The drug, Leqembi (lecanemab-irmb), was authorised for use in patients with mild cognitive impairment (MCI) or early-stage Alzheimer’s disease earlier this year through the accelerated approval pathway, under which the FDA may approve drugs for serious conditions where there is an unmet medical need.
This decision was based on phase 2 data showing that Leqembi reduced the accumulation of amyloid beta plaque in the brain – a defining feature of Alzheimer’s disease.

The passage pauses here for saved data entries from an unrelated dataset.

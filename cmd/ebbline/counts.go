package main

import (
	"errors"
	"fmt"
	"path/filepath"
	"strconv"
	"strings"

	"ebbline/pva/casefile"
	"ebbline/pva/casefile/sheet"
	"ebbline/pva/fit"
)

// countsSheet is the sheet that is read wherever it stands; without one it is
// the first sheet.
const countsSheet = "Counts"

// Bounds on the table of counts in a workbook, wide of any that can be read.
const (
	countColumns = 64
	countRows    = 2000
)

// readCounts reads a series of counts from a CSV file or a workbook.
func readCounts(path string) (*fit.Series, error) {
	name := filepath.Base(path)
	if !isWorkbook(path) {
		data, err := readBounded(path, largestCase)
		if err != nil {
			return nil, err
		}
		return fit.Read(name, data)
	}
	data, err := readBounded(path, sheet.LargestFile)
	if err != nil {
		return nil, err
	}
	return workbookCounts(name, data)
}

// workbookCounts reads a series of counts from a workbook.
func workbookCounts(name string, data []byte) (*fit.Series, error) {
	book, err := sheet.Open(name, data)
	if err != nil {
		var e casefile.Error
		if errors.As(err, &e) && e.Fault.Want == "is not a workbook" {
			e.Fault.Fix = "give an .xlsx workbook, or the counts as CSV"
			return nil, e
		}
		return nil, err
	}
	from := ""
	for _, s := range book.Sheets() {
		if strings.EqualFold(strings.TrimSpace(s), countsSheet) {
			from = s
			break
		}
		if from == "" && book.SheetPart(s) != "" {
			from = s
		}
	}
	if from == "" {
		return nil, fmt.Errorf("%s: has no sheet with cells; put the counts on a sheet %s", name, countsSheet)
	}
	cells, err := book.Cells(from)
	if err != nil {
		return nil, err
	}
	var rows [][]fit.Cell
	var at []int // the row of the sheet
	for _, c := range cells {
		if c.Column > countColumns {
			return nil, fit.Faults{{File: name, Cell: from + "!" + c.Ref(), Want: fmt.Sprintf("stands beyond column %d", countColumns), Fix: "put the counts alone on a sheet " + countsSheet}}
		}
		if n := len(at); n == 0 || at[n-1] != c.Row {
			if n == countRows {
				break
			}
			rows, at = append(rows, nil), append(at, c.Row)
		}
		row := &rows[len(rows)-1]
		for len(*row) < c.Column {
			*row = append(*row, fit.Cell{})
		}
		(*row)[c.Column-1] = countCell(c)
	}
	return fit.ReadRows(name, rows, func(row, column int) string {
		return from + "!" + sheet.Cell{Row: at[row], Column: column + 1}.Ref()
	})
}

// countCell is what a cell of a workbook gives to a table of counts.
func countCell(c sheet.Cell) fit.Cell {
	switch {
	case c.Kind == sheet.Nothing:
		return fit.Cell{Want: "holds a formula without a stored value", Fix: "open the workbook in a spreadsheet program and save it, or write the value itself"}
	case c.Kind == sheet.Failure:
		return fit.Cell{Text: c.Text, Want: "is an error", Fix: "mend the formula, or leave the cell empty if nobody counted"}
	case c.Date:
		return fit.Cell{Want: "holds a date or time", Fix: "format the cell as a number and write it again: a year is a number such as 2004"}
	case c.Kind == sheet.Number:
		return fit.Cell{Text: strconv.FormatFloat(c.Num, 'g', -1, 64)}
	}
	return fit.Cell{Text: c.Text}
}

However, only US residents with appropriate medical insurance, or those who could afford to pay for it directly, could access the drug.
The FDA’s latest decision is expected to significantly expand access by enabling the Centers for Medicare and Medicaid Services (CMS) to provide wider insurance coverage under the US government’s Medicare plan, which covers most older people.
Eisai’s supplemental biologics application for approval under the traditional pathway was supported by data from its phase 3 confirmatory Clarity AD clinical trial.
The study met its primary endpoint, reducing clinical decline by 27% on the global cognitive and functional scale – Clinical Dementia Rating-Sum of Boxes – compared with placebo at 18 months.
All multiplicity-controlled secondary endpoints also showed highly statistically significant results compared with placebo, the companies said, including other measures of cognition and daily function.
Teresa Buracchio, acting director of the Office of Neuroscience in the FDA’s Center for Drug Evaluation and Research, said: “[The] action is the first verification that a drug targeting the underlying disease process of Alzheimer’s disease has shown clinical benefit in this devastating disease.
“This confirmatory study verified that it is a safe and effective treatment for patients with Alzheimer’s disease.”
Affecting more than 6.5 million Americans, Alzheimer’s disease is an irreversible, progressive brain disorder that slowly destroys memory and thinking skills and, eventually, the ability to carry out simple tasks.
Haruo Naito, chief executive officer at Eisai, said: “The FDA approved Leqembi under the traditional approval pathway, making Leqembi the first and only approved anti-amyloid Alzheimer’s disease treatment shown to reduce the rate of disease progression and to slow cognitive impairment in the early and mild dementia stages of the disease.”
“Eisai will diligently work to educate physicians on the safe and appropriate use of Leqembi to maximise its benefit to people living with early Alzheimer’s disease and their families,” Naito added.